Within this material, how many lines have the string "bool" in them? The answer is a number, with nothing added.
** THE RECORDS follows **
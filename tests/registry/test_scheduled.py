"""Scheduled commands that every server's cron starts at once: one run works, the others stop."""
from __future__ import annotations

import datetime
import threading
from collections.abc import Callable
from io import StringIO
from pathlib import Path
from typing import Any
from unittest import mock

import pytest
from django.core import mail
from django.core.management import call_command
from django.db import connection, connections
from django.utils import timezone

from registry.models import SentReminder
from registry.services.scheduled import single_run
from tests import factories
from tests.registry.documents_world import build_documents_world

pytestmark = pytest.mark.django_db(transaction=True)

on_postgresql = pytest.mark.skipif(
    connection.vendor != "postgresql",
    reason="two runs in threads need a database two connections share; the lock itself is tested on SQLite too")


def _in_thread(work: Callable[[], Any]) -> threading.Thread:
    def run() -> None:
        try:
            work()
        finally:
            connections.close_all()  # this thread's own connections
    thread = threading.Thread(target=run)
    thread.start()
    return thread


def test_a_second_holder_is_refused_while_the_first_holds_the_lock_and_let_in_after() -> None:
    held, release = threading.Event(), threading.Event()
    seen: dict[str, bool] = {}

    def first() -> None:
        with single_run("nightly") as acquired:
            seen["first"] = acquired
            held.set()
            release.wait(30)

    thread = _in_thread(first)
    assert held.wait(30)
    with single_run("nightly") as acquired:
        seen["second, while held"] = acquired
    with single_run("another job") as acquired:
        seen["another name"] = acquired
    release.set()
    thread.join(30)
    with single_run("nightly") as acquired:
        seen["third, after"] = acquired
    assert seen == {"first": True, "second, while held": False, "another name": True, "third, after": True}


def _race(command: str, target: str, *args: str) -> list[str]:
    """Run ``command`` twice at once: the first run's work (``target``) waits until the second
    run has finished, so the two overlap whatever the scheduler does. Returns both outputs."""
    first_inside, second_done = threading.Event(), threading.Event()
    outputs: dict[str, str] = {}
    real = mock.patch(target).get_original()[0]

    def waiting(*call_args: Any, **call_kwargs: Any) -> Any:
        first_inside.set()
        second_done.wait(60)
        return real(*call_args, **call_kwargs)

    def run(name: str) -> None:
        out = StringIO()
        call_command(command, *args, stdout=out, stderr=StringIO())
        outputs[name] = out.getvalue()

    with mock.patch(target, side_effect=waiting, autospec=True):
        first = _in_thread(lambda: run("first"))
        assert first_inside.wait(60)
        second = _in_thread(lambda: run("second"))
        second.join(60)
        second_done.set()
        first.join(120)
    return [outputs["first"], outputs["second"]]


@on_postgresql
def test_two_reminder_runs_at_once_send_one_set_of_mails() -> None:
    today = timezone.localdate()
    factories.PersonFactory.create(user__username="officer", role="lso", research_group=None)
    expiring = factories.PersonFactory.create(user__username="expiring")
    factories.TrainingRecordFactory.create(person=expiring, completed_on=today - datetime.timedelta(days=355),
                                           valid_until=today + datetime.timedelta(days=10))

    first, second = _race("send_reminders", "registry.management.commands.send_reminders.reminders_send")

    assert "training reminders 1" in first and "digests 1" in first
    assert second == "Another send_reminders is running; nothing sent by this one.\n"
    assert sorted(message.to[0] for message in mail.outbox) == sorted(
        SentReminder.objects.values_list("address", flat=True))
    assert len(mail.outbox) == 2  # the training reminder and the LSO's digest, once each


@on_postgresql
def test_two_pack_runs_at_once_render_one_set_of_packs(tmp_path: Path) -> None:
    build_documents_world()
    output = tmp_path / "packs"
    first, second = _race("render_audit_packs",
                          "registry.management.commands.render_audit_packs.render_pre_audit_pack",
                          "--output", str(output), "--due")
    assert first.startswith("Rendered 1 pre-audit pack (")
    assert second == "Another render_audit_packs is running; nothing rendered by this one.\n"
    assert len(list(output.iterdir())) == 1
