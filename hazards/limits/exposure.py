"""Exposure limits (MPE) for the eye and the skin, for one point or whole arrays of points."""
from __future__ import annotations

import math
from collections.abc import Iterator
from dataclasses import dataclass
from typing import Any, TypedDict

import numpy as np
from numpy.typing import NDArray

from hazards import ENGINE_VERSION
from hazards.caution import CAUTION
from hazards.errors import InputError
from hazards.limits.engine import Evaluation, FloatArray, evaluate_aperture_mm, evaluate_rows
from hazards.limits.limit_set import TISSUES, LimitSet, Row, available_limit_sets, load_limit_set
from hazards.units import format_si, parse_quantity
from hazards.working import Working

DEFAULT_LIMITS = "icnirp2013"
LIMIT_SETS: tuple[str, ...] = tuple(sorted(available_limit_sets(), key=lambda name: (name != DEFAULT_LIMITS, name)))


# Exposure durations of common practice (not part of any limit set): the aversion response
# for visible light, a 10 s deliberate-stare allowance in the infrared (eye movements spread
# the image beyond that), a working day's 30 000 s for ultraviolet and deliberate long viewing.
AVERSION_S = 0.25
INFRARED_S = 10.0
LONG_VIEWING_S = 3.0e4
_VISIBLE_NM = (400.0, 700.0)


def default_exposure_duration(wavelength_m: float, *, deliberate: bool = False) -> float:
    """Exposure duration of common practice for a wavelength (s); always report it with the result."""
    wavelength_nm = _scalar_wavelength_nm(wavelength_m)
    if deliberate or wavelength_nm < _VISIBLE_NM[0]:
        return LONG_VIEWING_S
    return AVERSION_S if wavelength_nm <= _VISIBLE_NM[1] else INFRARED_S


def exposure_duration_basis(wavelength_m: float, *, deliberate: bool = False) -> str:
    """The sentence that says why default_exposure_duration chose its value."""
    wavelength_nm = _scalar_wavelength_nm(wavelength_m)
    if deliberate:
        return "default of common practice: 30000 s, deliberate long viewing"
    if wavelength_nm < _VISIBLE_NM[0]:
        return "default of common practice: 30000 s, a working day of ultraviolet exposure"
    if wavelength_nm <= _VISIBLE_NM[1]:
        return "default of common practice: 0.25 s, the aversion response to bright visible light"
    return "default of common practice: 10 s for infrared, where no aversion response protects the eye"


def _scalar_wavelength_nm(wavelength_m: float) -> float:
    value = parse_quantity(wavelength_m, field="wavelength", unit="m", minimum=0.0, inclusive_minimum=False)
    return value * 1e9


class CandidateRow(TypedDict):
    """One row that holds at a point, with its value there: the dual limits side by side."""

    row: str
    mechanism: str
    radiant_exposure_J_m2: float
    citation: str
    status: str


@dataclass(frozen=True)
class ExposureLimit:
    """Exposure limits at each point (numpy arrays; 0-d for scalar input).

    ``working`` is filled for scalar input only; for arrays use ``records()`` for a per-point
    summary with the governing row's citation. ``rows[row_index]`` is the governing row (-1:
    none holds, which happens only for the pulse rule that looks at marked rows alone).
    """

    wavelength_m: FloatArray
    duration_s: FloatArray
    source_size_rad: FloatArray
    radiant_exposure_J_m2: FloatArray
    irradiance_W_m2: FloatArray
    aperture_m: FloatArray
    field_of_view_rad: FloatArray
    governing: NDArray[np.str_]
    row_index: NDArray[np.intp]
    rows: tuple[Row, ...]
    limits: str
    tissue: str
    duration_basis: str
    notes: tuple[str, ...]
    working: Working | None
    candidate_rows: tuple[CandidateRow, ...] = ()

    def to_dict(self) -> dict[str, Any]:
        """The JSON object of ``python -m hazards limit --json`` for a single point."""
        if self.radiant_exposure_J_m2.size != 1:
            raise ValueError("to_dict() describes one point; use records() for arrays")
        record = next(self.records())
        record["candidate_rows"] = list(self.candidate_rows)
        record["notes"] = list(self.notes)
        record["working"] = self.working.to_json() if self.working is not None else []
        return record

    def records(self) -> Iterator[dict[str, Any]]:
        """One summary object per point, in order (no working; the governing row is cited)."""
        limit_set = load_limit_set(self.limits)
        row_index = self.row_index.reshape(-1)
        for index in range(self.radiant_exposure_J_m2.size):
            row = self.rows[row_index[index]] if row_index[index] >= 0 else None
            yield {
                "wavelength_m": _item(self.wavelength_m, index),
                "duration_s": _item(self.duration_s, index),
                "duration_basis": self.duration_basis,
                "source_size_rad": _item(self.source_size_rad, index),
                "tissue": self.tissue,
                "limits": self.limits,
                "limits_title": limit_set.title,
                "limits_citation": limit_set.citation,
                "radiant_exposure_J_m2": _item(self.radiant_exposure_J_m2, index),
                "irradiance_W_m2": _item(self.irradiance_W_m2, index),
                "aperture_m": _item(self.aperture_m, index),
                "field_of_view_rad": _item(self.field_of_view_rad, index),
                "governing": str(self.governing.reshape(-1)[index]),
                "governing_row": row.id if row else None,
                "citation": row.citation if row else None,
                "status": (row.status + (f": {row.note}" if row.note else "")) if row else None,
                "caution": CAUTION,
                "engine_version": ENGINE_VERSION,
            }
** End of THE RECORDS **
RESPONSE AREA: 3